Luego de subir y bajar decenas de pasajeros durante toda la larga avenida, se sube trastabillando una muchacha joven, quizás de unos diecinueve años y vestida de fiesta. Sin duda, estaba bebida. Joselito la ve pasar a su lado y ella, con la mirada perdida, se dirige hacia el fondo no sin antes empujar a los que se encontraban sentados. Con el pasar de los minutos, él la observaba de reojo y veía que su cabeza se iba apoyando contra la ventana quedándose lentamente dormida. Marlon le hablaba a Joselito gritando, contándole de los amigos comunes del colegio y de cómo es que ellos se estaban ganando la vida en estos momentos. Cuando ya quedaban solo un par de pasajeros que se bajaron prontamente, Joselito le menciona a Marlon sobre la muchacha ebria en el fondo de la combi. Su amigo le dice que ya se levantará, que esperarán hasta el final del paradero para despertarla. Sin embargo, Joselito se inquietaba porque no conocía bien a su amigo y tampoco sabía dónde estaría el paradero final. Así que durante una parada del semáforo se le acerca a la chica, la sujeta del brazo, la mueve y le dice: «Amiga, amiga, ya despierta». La mujer abre los ojos y ve la cara escuálida de Joselito, casi encima de ella, y comienza a gritar con desesperación: «¡Auxilio!, me quiere violar». Sacó la cabeza por la ventana y siguió gritando cada vez más fuerte. Marlon voltea y le pregunta qué es lo que pasa. Joselito se queda quieto y mudo mirándola asustado mientras ella continúa pidiendo auxilio.
Solo minutos después apareció un patrullero que intervino la combi para averiguar por el escándalo. Se llevaron a los tres a la comisaría. La chica al llegar se volvió a quedar dormida, mientras que Joselito y Marlon dieron su declaración y luego los llevaron a la carceleta hasta esperar que la agraviada despierte. Finalmente, la mujer recobró la conciencia, la revisó el médico legista, no encontrando ninguna agresión. Ella no recordaba ninguno de los últimos hechos y solo les reclamaba a los guardias de la comisaría que la llevaran a su casa. Cuando se les preguntó por ambos sujetos, no los reconoció.

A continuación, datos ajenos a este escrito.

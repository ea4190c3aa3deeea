"""Play corpus cases (see ``hostile_corpus``) through the real command line, in this process.

Run by ``test_hostile_input`` in a process of its own, so a case that hangs (a FIFO read by
mistake) fails the test by its timeout instead of hanging the test run. Reads the cases as JSON
from the file named by the first argument, the corpus folder is the second, and a valid build
to review once first (untimed) the third; writes one JSON result per case to stdout.
"""

from __future__ import annotations

import contextlib
import io
import json
import os
import sys
import time
import traceback


def listing(folder: str, argv: list[str]) -> dict[str, tuple[int, int, int, int]]:
    """What would change if anything were written: the modification time of every folder
    under ``folder`` (a file made, removed or renamed over changes its folder's), and the
    inode, size and time of every path the case names (a file written in place)."""
    seen = {}
    for parent, _, _ in os.walk(folder):
        info = os.lstat(parent)
        seen[parent] = (info.st_ino, info.st_mode, info.st_size, info.st_mtime_ns)
    for word in argv:
        if os.path.lexists(word):
            info = os.lstat(word)
            seen[word] = (info.st_ino, info.st_mode, info.st_size, info.st_mtime_ns)
    return seen


def play(case: dict, folder: str) -> dict:
    from reviewer.cli import main

    before = listing(folder, case["argv"])
    out, err = io.StringIO(), io.StringIO()
    started = time.perf_counter()
    try:
        with contextlib.redirect_stdout(out), contextlib.redirect_stderr(err):
            try:
                code = main(case["argv"])
            except SystemExit as done:
                code = done.code
    except BaseException:  # noqa: BLE001 - the case fails with what escaped
        code = "escaped"
        err.write(traceback.format_exc())
    elapsed = time.perf_counter() - started
    after = listing(folder, case["argv"])
    changed = sorted(
        path for path in set(before) | set(after) if before.get(path) != after.get(path)
    )
    return {
        "name": case["name"],
        "code": code,
        "stdout": out.getvalue(),
        "stderr": err.getvalue(),
        "seconds": elapsed,
        "changed": changed,
    }


def main() -> None:
    with open(sys.argv[1], encoding="utf-8") as handle:
        cases = json.load(handle)
    folder = sys.argv[2]
    warm_up = {"name": "warm-up", "argv": ["review", sys.argv[3]]} if len(sys.argv) > 3 else None
    if warm_up:  # imports and first-use caches, so each case's time is its own
        play(warm_up, folder)
    for case in cases:
        print(json.dumps(play(case, folder)), flush=True)


if __name__ == "__main__":
    main()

Ya a las ocho de la mañana, la policía los dejó salir. Joselito y Marlon fueron hacia el depósito donde estaba la combi y se subieron a ella. Ambos regresaron casi sin decir nada, pero con el volumen fuerte de la radio intercambiaron un par de frases. Marlon le dijo que se sentía culpable por lo sucedido y le ofreció quedarse con la mitad de lo recaudado durante la madrugada. Joselito le agradeció por aquel gesto y le pidió que lo dejara a una cuadra de la avenida que estaba cerca del edificio donde vivía.

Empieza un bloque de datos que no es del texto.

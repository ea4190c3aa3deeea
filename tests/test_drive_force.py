"""The flattened wheel-force curve a ride and every top speed evaluate, against the
torque-speed lines it flattens and against the textbook motor equations."""

from __future__ import annotations

import itertools
import math

import pytest

from reviewer.engineering.motor import TorqueSpeedLine, drive_force_function
from reviewer.engineering.roadload import Drive, DriveMotor, motor_speed_for, wheel_force


def test_a_worked_line_gives_the_textbook_force() -> None:
    # V = E + I R, E = Ke w, T = Kt (I - I0), Kt = Ke = 60 / (2 pi Kv) (Hughes, "Electric Motors
    # and Drives", ch. 3, from memory): Kv 100 rpm/V, 36 V, 0.2 ohm, I0 1 A, at 300 rad/s:
    # E = 28.648 V, I = 36.76 A, T = 3.4148 N m; 5:1, 90 %, 0.1 m wheel: F = T 5 0.9 / 0.1
    line = TorqueSpeedLine(100.0, 36.0, 0.2, no_load_current=1.0)
    force = drive_force_function([line], 5.0, 0.9, 0.1)
    kt = 60.0 / (2.0 * math.pi * 100.0)
    current = (36.0 - kt * 300.0) / 0.2
    assert current == pytest.approx(36.76, abs=0.01)
    assert force(300.0 * 0.1 / 5.0) == pytest.approx(kt * (current - 1.0) * 5 * 0.9 / 0.1)
    assert force(6.0) == pytest.approx(153.7, abs=0.1)


@pytest.mark.parametrize(
    ("limit", "battery"), [(None, None), (30.0, None), (None, 12.0), (30.0, 12.0), (5.0, 40.0)]
)
def test_the_curve_is_the_sum_of_its_lines_torques(
    limit: float | None, battery: float | None
) -> None:
    # the same arithmetic as TorqueSpeedLine.torque through motor_speed_for and wheel_force,
    # to the last bit, from standstill past the no-load speed (where the torque turns negative)
    lines = [
        TorqueSpeedLine(kv, volts, r, i0, limit, battery)
        for kv, volts, r, i0 in ((180.0, 42.0, 0.11, 1.2), (60.0, 36.0, 0.35, 0.4))
    ]
    ratio, efficiency, radius = 4.2, 0.92, 0.083
    force = drive_force_function(lines, ratio, efficiency, radius)
    for speed in (0.0, 0.5, 3.0, 7.77, 12.0, 25.0, 60.0):
        omega = motor_speed_for(speed, ratio, radius)
        torque = sum(line.torque(omega) for line in lines)
        assert force(speed) == wheel_force(torque, ratio, efficiency, radius)


def test_lines_at_a_voltage_are_the_lines_of_the_changed_drive() -> None:
    from dataclasses import replace

    drive = Drive(
        (DriveMotor(120.0, 0.2, 0.8), DriveMotor(120.0, 0.25, 0.8)),
        44.0,
        3.5,
        0.1,
        0.015,
        0.5,
        shared_resistance=0.05,
        duty=0.9,
        current_limit=40.0,
        battery_limit=25.0,
    )
    for voltage, extra in itertools.product((30.0, 41.3), ((0.0, 0.0), (0.03, 0.07))):
        motors = tuple(
            replace(m, branch_resistance=m.branch_resistance + r)
            for m, r in zip(drive.motors, extra, strict=True)
        )
        changed = replace(drive, full_voltage=voltage, motors=motors)
        assert drive.lines_at(voltage, extra) == changed.lines()
        for derived, built in zip(drive.lines_at(voltage, extra), changed.lines(), strict=True):
            assert (derived.kt, derived.ke) == (built.kt, built.ke)  # not compared by ==


def test_a_line_moved_to_another_voltage_is_the_line_built_afresh() -> None:
    # Kt = Ke = 60 / (2 pi Kv) depend on Kv alone (SI definition), so a line carried to another
    # voltage and resistance keeps them; every field and both constants match a fresh line
    line = TorqueSpeedLine(150.0, 42.0, 0.2, 0.9, 35.0, 20.0)
    moved = line.at(37.5, 0.26)
    fresh = TorqueSpeedLine(150.0, 37.5, 0.26, 0.9, 35.0, 20.0)
    assert moved == fresh and vars(moved) == vars(fresh)
    assert moved.kt == pytest.approx(60.0 / (2.0 * math.pi * 150.0), rel=1e-15)
    assert (line.voltage, line.loop_resistance) == (42.0, 0.2)  # the original is untouched
    with pytest.raises(ValueError):
        line.at(37.5, 0.0)
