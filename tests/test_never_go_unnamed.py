"""No `go` from an input the review does not name (issue 11), property-based.

From each sample that reviews `go`, hypothesis removes any subset of its leaf fields. Whatever
the result, a `go` is allowed only when the review names every removed input: in a stated
assumption, in a finding's missing inputs, or in a finding's text (a pass that says what it took
in the input's place). A removal that makes the file invalid is refused at the edge, which is
not a review at all. And any rule made to fail (raise) keeps the review from `go`.
"""

from __future__ import annotations

import copy
import tomllib
from pathlib import Path
from typing import Any

import pytest
from hypothesis import HealthCheck, given, settings
from hypothesis import strategies as st
from pydantic import ValidationError

from reviewer.build import Build
from reviewer.findings import Verdict
from reviewer.rule import Rule
from reviewer.session import built_in_session

SAMPLES = Path(__file__).resolve().parent.parent / "sample_builds"
GO_SAMPLES = ("quayside-commuter.toml", "saltmarsh-hub-scooter.toml")
#: Labels and descriptions: removing them changes no figure a rule judges.
LABELS = {"name", "revision", "builder", "conditions"}


def leaves(tree: Any, path: tuple = ()) -> list[tuple]:
    """Every removable leaf of a TOML tree, as a path of keys and list indexes."""
    if isinstance(tree, dict):
        return [leaf for key, value in tree.items() for leaf in leaves(value, (*path, key))]
    if isinstance(tree, list) and tree and all(isinstance(item, dict) for item in tree):
        return [leaf for i, value in enumerate(tree) for leaf in leaves(value, (*path, i))]
    return [path]


def without(tree: dict, removed: list[tuple]) -> dict:
    data = copy.deepcopy(tree)
    for path in sorted(removed, key=lambda p: [str(k) for k in p], reverse=True):
        node = data
        for key in path[:-1]:
            node = node[key]
        if isinstance(node, dict):
            node.pop(path[-1], None)
    return data


def dotted(path: tuple) -> str:
    """``("motors", 0, "kv")`` as the review writes it: ``motors[0].kv``."""
    text = ""
    for key in path:
        text += f"[{key}]" if isinstance(key, int) else (f".{key}" if text else key)
    return text


def names(review: Any, path: tuple) -> bool:
    """Whether the review names this removed input anywhere a reader would see it."""
    full, field = dotted(path), str(path[-1])
    section = str(path[0])
    texts = [a.text for a in review.assumptions]
    for finding in review.findings:
        texts += [finding.rationale, finding.remedy or "", *finding.missing]
    return any(full in t or field in t for t in texts) or any(
        m == section or (m.startswith(section) and field in m)
        for f in review.findings
        for m in f.missing
    )


SESSION = built_in_session()


@pytest.mark.parametrize("sample", GO_SAMPLES)
def test_the_sample_itself_reviews_go(sample: str) -> None:
    data = tomllib.loads((SAMPLES / sample).read_text())
    assert SESSION.review_build(Build.model_validate(data)).verdict is Verdict.GO


@pytest.mark.parametrize("sample", GO_SAMPLES)
@settings(
    max_examples=60,
    deadline=None,
    derandomize=True,  # the same cases on every run: CI is never flaky on a new seed
    suppress_health_check=[HealthCheck.too_slow, HealthCheck.filter_too_much],
)
@given(data=st.data())
def test_no_go_from_a_removed_input_the_review_does_not_name(sample: str, data: Any) -> None:
    tree = tomllib.loads((SAMPLES / sample).read_text())
    removable = [p for p in leaves(tree) if str(p[-1]) not in LABELS and p[0] != "vehicle"]
    removed = data.draw(st.lists(st.sampled_from(removable), min_size=1, max_size=6, unique=True))
    try:
        build = Build.model_validate(without(tree, removed))
    except ValidationError:
        return  # refused at the edge: an input error, not a review
    review = SESSION.review_build(build)
    if review.verdict is Verdict.GO:
        unnamed = [dotted(p) for p in removed if not names(review, p) and used(tree, p)]
        assert not unnamed, f"go without naming removed inputs {unnamed}"


def outcome(review: Any) -> tuple:
    """What a review judges: its verdict, findings and assumptions (a derived figure that is
    only reported, such as the pack's energy, judges nothing)."""
    return review.verdict, review.findings, review.assumptions


def used(tree: dict, path: tuple) -> bool:
    """Whether any rule used this input: the review changes when it alone is removed (an input
    no rule of this build needs, such as a dynamic brake's figures on a friction-braked
    vehicle, cannot make a pass false)."""
    full = SESSION.review_build(Build.model_validate(tree))
    try:
        alone = SESSION.review_build(Build.model_validate(without(tree, [path])))
    except ValidationError:
        return True
    return outcome(alone) != outcome(full)


def test_any_rule_that_fails_keeps_the_review_from_go(monkeypatch) -> None:
    tree = tomllib.loads((SAMPLES / "saltmarsh-hub-scooter.toml").read_text())
    build = Build.model_validate(tree)
    for rule in SESSION.manager.rules():

        def broken(build: Build, profile: Any, _id: str = rule.id) -> Any:
            raise RuntimeError(f"{_id} made to fail")

        failing = Rule(**{**rule.__dict__, "check": broken})
        rules = [failing if r.id == rule.id else r for r in SESSION.manager.rules()]
        monkeypatch.setattr(SESSION.manager, "rules", lambda rules=rules: rules)
        assert SESSION.review_build(build).verdict is not Verdict.GO, rule.id
        monkeypatch.undo()


@pytest.mark.parametrize("sample", GO_SAMPLES)
def test_no_single_removed_input_gives_an_unnamed_go(sample: str) -> None:
    # every leaf, one at a time: the exhaustive companion of the property test above
    tree = tomllib.loads((SAMPLES / sample).read_text())
    unnamed = []
    for path in leaves(tree):
        if str(path[-1]) in LABELS or path[0] == "vehicle":
            continue
        try:
            build = Build.model_validate(without(tree, [path]))
        except ValidationError:
            continue
        review = SESSION.review_build(build)
        if review.verdict is Verdict.GO and not names(review, path) and used(tree, path):
            unnamed.append(dotted(path))
    assert unnamed == [], unnamed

Se despidieron con un abrazo y quedaron en verse después. Joselito caminó y metió las manos a los bolsillos. Sintió en los dedos muchas monedas que le dieron cierta tranquilidad. Ya tendría para pagarle algo al dueño de su cuarto. Se acercó al kiosko y volvió a ver los titulares. Pero ahora le pidió al kioskero el semanario Sexum del que había leído su titular el día de ayer. Se lo colocó bajo el brazo y se fue a tomar desayuno para sentarse y leerlo, y a esperar el mediodía a que abrieran el restaurante. Ya tenía un poco de dinero para invitarle una buena cena a Carmencita.